Inflammatory responses are so ubiquitous to involve in physiological and pathological processes of the whole body, even the brain that is used to be supposed as an immune exempt organ is no exception [63]. Inflammatory pathways active in peripheral diseases also dominate the nervous system. cGAS is an aberrant DNA sensor, which resists exogenous virus infection via the cGAS/STING signaling cascade by producing a battery of immune and inflammatory mediators, including type I and type III interferons [64]. Although no definite experimental evidence shows the involvement of this signaling pathway in the occurrence and development of MDD, some hints suggests this correlation. Clinical data point out that infection with specific viruses can increase the risk of depression [65]. And the application of interferon in the antiviral treatment also induces clinical symptoms of depression in patients [66]. Besides, mounting evidence has demonstrated that the pathological relevance of cGAS/STING extends far beyond traditional antimicrobial immunity by affecting various non-infectious cellular stress response and stress adaptation programs [64]. With all this basis, we observe increased levels of IFN-β in the depressive mice brain and then discover the pathological activation of cGAS in the hippocampal astrocytes of depressed mice, which is the first experimental evidence to prove the correlation. As to the therapeutic effects of UNC9995, we observe that it recovers the activated cGAS/STING signals. A key question is how the reversal effects of UNC9995 takes? It is worth mentioning that an existing literature indicated that activation of β-arrestin2 downstream of β1-adrenergic receptors can directly bind cGAS and promote the activation of this signaling pathway [67], while our results pointed out the role of astrocytic Drd2/β-arrestin2 in negatively regulating cGAS. This inconsistency may be caused by different β-arrestin2-biased G-protein receptors. The focus of this paper does not fully clarify these two issues, and we still need to invest in further research.

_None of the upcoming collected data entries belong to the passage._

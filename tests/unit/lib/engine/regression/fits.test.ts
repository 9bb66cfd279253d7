import { describe, expect, test } from 'vitest';
import type { Fit } from '@/lib/engine/regression/fit';
import { fitLine } from '@/lib/engine/regression/fit-line';
import { fitProportional } from '@/lib/engine/regression/fit-proportional';
import { fitQuadratic } from '@/lib/engine/regression/fit-quadratic';
import { expectDigits } from '../../../../support/digits';
import { reference } from '../requests';

interface StrdSet {
  readonly x: readonly number[];
  readonly y: readonly number[];
  readonly certified: Readonly<Record<string, string>>;
}

// Reference: NIST StRD, linear least squares, certified to 15 digits (fixtures/reference/nist-strd/SOURCE.md).
const strd = reference<Record<'Norris' | 'Pontius' | 'NoInt1' | 'NoInt2', StrdSet>>('nist-strd');

const ones = (x: readonly unknown[]) => x.map(() => 1);
const sd = (fit: Fit, i: number) => Math.sqrt(fit.covariance[i]?.[i] ?? NaN);

/** Our names for what NIST certifies. */
const CERTIFIED: Readonly<Record<string, (fit: Fit) => number>> = {
  B0: (fit) => fit.coefficients[0] ?? NaN,
  B1: (fit) => fit.coefficients[1] ?? NaN,
  B2: (fit) => fit.coefficients[2] ?? NaN,
  sdB0: (fit) => sd(fit, 0),
  sdB1: (fit) => sd(fit, 1),
  sdB2: (fit) => sd(fit, 2),
  residual_sd: (fit) => fit.residualSd,
  R2: (fit) => fit.rSquared,
  SSE: (fit) => fit.residualSquares,
};

describe.each([
  ['Norris', fitLine],
  ['NoInt1', fitProportional],
  ['NoInt2', fitProportional],
  ['Pontius', fitQuadratic],
] as const)('NIST %s', (name, fitOf) => {
  const { x, y, certified } = strd[name];
  const fit = fitOf({ x, y, w: ones(x) });
  const known = Object.entries(certified).filter(([field]) => field in CERTIFIED);
  test.each(known)('agrees on %s to 12 digits', (field, value) => {
    expectDigits(CERTIFIED[field]?.(fit) ?? NaN, value, 12);
  });
});

describe('fitLine', () => {
  // Property: the slope of y = 2x stays 2 however far from zero the x lie; one-pass sums lose every digit here.
  test('keeps y = 2x at an offset of 1e9', () => {
    const x = [0, 1, 2, 3, 4].map((value) => value + 1e9);
    const fit = fitLine({ x, y: x.map((value) => 2 * value), w: ones(x) });
    expect(fit.coefficients).toEqual([0, 2]);
    expect(fit.residualSd).toBe(0);
  });

  test('keeps the slope when x alone carries the offset', () => {
    const x = [0, 1, 2, 3, 4].map((value) => value + 1e9);
    expect(fitLine({ x, y: [0, 2, 4, 6, 8], w: ones(x) }).coefficients[1]).toBe(2);
  });

  // Property: weights that are all the same are no weights.
  test('takes the package and its own sums to the same line', () => {
    const { x, y } = strd.Norris;
    const plain = fitLine({ x, y, w: ones(x) });
    const weighted = fitLine({ x, y, w: x.map((_, i) => (i === 0 ? 1 + 1e-15 : 1)) });
    expectDigits(weighted.coefficients[1] ?? NaN, plain.coefficients[1] ?? NaN, 13);
    expectDigits(weighted.coefficients[0] ?? NaN, plain.coefficients[0] ?? NaN, 10);
  });
});
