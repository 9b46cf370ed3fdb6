// What is known of a wavefront file once the probe has read its structure: everything but the frames.
#pragma once

#include <array>
#include <cstdint>
#include <filesystem>
#include <optional>
#include <string>
#include <vector>

#include "base/error.h"
#include "base/file.h"
#include "optics/aperture.h"

namespace bentlight::archive {

/// Which file, in which state.
struct FileIdentity {
  FileStamp stamp;
  std::string metadata_digest;  // SHA-256 over the structure's bytes as the probe read them
  bool operator==(const FileIdentity&) const = default;
};

enum class ElementType { float32, float64, int16, int32 };
enum class Storage { contiguous, chunked };
enum class Filter { deflate, shuffle, fletcher32 };

struct Chunk {
  std::uint64_t offset = 0;      // in the file
  std::uint32_t bytes = 0;       // stored; 0: never written, holds the fill value
  std::uint32_t filter_mask = 0;  // bit i set: filter i of the pipeline was skipped
};

/// Where the frames of one view lie and how to make metres of them.
///
///   value_m = sign * (stored * scale + offset) * metres_per_unit
struct FrameMap {
  std::array<std::uint64_t, 3> shape{};   // as stored
  std::array<int, 3> axes = {0, 1, 2};    // which stored axis holds frames, rows, columns
  ElementType element = ElementType::float32;
  bool big_endian = false;
  double scale = 1.0;
  double offset = 0.0;
  double metres_per_unit = 1.0;
  int sign = 1;
  std::optional<double> missing;  // a stored value that stands for "no light here", read as NaN

  Storage storage = Storage::contiguous;
  std::uint64_t data_offset = 0;             // contiguous
  std::array<std::uint64_t, 3> chunk_shape{};  // chunked
  std::vector<Filter> filters;               // in the order of writing
  std::vector<Chunk> chunks;                 // row-major over the grid of chunks
  double fill_value = 0.0;

  std::uint64_t frames() const { return shape[static_cast<std::size_t>(axes[0])]; }
  std::uint64_t rows() const { return shape[static_cast<std::size_t>(axes[1])]; }
  std::uint64_t columns() const { return shape[static_cast<std::size_t>(axes[2])]; }
};

/// The conditions under which a view was taken; what the file does not say stays empty.
struct Conditions {
  std::string campaign;
  std::string run;
  std::string source;  // "simulation", "tunnel", "flight" or what the file says
  std::string note;
  std::optional<double> azimuth_deg, elevation_deg;
  std::optional<double> aperture_diameter_m, reference_length_m;
  std::optional<double> mach, velocity_m_s, density_kg_m3, temperature_k;
  std::optional<double> wavelength_m, gladstone_dale_m3_kg;
};

/// A companion signal on the frames' clock.
struct Signal {
  std::string name;
  std::string unit;
  std::vector<float> values;  // [frames]
};

struct WavefrontFile {
  FileIdentity identity;
  std::string dataset;  // path inside the file, "/opd"
  FrameMap map;
  optics::Grid grid;  // its mask is the file's mask alone; NaN outside the light is found while indexing
  bool has_mask = false;
  std::vector<double> time_s;  // [frames], or empty when only the rate is known
  double frame_rate_hz = 0.0;  // from the attribute, or the median step of time_s
  Conditions conditions;
  std::vector<Signal> signals;

  /// The instant of a frame.
  double time_of(std::size_t frame) const {
    return time_s.empty() ? static_cast<double>(frame) / frame_rate_hz : time_s[frame];
  }
};

/// Where, in somebody's HDF5 layout, the parts of a wavefront file are. The defaults are the project's own layout.
struct Layout {
  std::string dataset = "/opd";
  std::array<int, 3> axes = {0, 1, 2};  // which stored axis holds frames, rows, columns
  std::optional<std::string> unit;      // instead of the dataset's attribute `unit`
  double scale = 1.0;
  double offset = 0.0;
  std::optional<int> sign;              // instead of the dataset's attribute `sign`
  std::string time = "/time";
  std::string mask = "/mask";
  std::string x = "/x";
  std::string y = "/y";
  std::string signals = "/signals";
};

/// Keeps what is known of a file in `folder` (wavefront_file.json and NPY files), for load_wavefront_file.
///
///   errors  as FileSystem::create
Expected<void> save_wavefront_file(const FileSystem& files, const std::filesystem::path& folder,
                                   const WavefrontFile& file);

/// errors  damaged_state when a number is missing, or lies outside the file it describes
Expected<WavefrontFile> load_wavefront_file(const FileSystem& files, const std::filesystem::path& folder);

}  // namespace bentlight::archive
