// Writing HDF5: the demo archive's wavefront files, and results for those who asked for HDF5.
#pragma once

#include <cstddef>
#include <cstdint>
#include <filesystem>
#include <memory>
#include <optional>
#include <span>
#include <string>
#include <variant>
#include <vector>

#include "base/error.h"

namespace bentlight::archive {

using AttributeValue = std::variant<double, std::int64_t, std::string>;

/// How a dataset of a new file is kept.
struct DatasetStorage {
  std::vector<std::uint64_t> chunk;  // empty: contiguous
  int deflate_level = 0;             // 0: none
  bool shuffle = false;
  bool fletcher32 = false;
};

/// One new HDF5 file. Equal calls give equal bytes: no times of day are stored.
///
///   throws   std::invalid_argument when data and shape differ, or the order begin, append, close is broken
///   errors   of every call: disk_full, permission_denied, io_error; the file is worthless then
///   threads  one writer belongs to one thread at a time; writers in several threads share the library's
///   global lock,
///            which is taken inside
class Hdf5Writer {
 public:
  /// A file at `path`, which is replaced.
  static Expected<Hdf5Writer> create(const std::filesystem::path& path);
  /// A file in memory, for image().
  static Expected<Hdf5Writer> in_memory();
  Hdf5Writer(Hdf5Writer&&) noexcept;
  ~Hdf5Writer();

  /// Text is kept in UTF-8 with variable length, numbers as 64 bits. `object` is "/" or the path of a dataset
  /// or group that exists.
  Expected<void> attribute(const std::string& object, const std::string& name, const AttributeValue& value);

  /// A whole dataset at once, contiguous; groups on its path are made. An empty shape makes a scalar. Element
  /// types: double, float, std::uint8_t, std::int64_t.
  template <class Element>
  Expected<void> dataset(const std::string& path,
                         std::span<const std::uint64_t> shape,
                         std::span<const Element> data);

  /// A dataset that append() fills along its first axis, in rising order. What is never appended has no
  /// defined value.
  template <class Element>
  Expected<void> begin(const std::string& path,
                       std::span<const std::uint64_t> shape,
                       const DatasetStorage& storage);

  ///   cost     pieces that begin and end at chunk borders (or at the end) are filtered outside the lock;
  ///   others, and
  ///            those with fletcher32, pass through the library, several times slower
  template <class Element>
  Expected<void> append(const std::string& path,
                        std::uint64_t first,
                        std::uint64_t count,
                        std::span<const Element> data);

  /// Names `axes` [one dataset path per dimension, empty for none] as dimension scales of `path`; once per
  /// dataset.
  ///
  ///   source   HDF5 dimension scale specification, attributes CLASS, NAME, REFERENCE_LIST and DIMENSION_LIST
  Expected<void> axes(const std::string& path, std::span<const std::string> axes);

  /// Closes; the file is complete after this and only then.
  Expected<void> close();
  /// Closes a file in memory and gives its bytes.
  Expected<std::vector<std::byte>> image();

 private:
  struct State;
  explicit Hdf5Writer(std::unique_ptr<State> state);
  std::unique_ptr<State> state_;
};

}  // namespace bentlight::archive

Inflammation represents cellular defense against stress, which is closely related to the stability of the nervous system. It turns out that chronic low-level inflammation exists in the development of nerve cells and cause imperceptible but accumulatively devastating changes, while acute high-level inflammatory stress directly induces nerve cell dysfunctions or death [68]. Combining with our previous findings, we put forward a notion in this article that β-arrestin2-biased Drd2 signaling in astrocytes suppress the inflammatory damage caused by cGAS activation due to depressive stress, and UNC9995 treatment can significantly moderate astrocytes inflammatory process and ameliorate depressive behavior (Additional file 2).

Conclusions

In this article, we suggest an innate immune signaling-cGAS/STING can be activated by depressive stress, and its activation contributes to hippocampus astrocytes impairment during disease process. UNC9995 serve as Drd2/β-arrestin2-biased agonist, and it suppresses cGAS/STING activation by interacting with JAK/STAT3 signaling and relieves depressive behavior in CSDS model. Thus, these findings demonstrate Drd2/β-arrestin2 signaling pathway is a potential therapeutic target for depression and UNC9995 provides a new insight for the therapy of depression.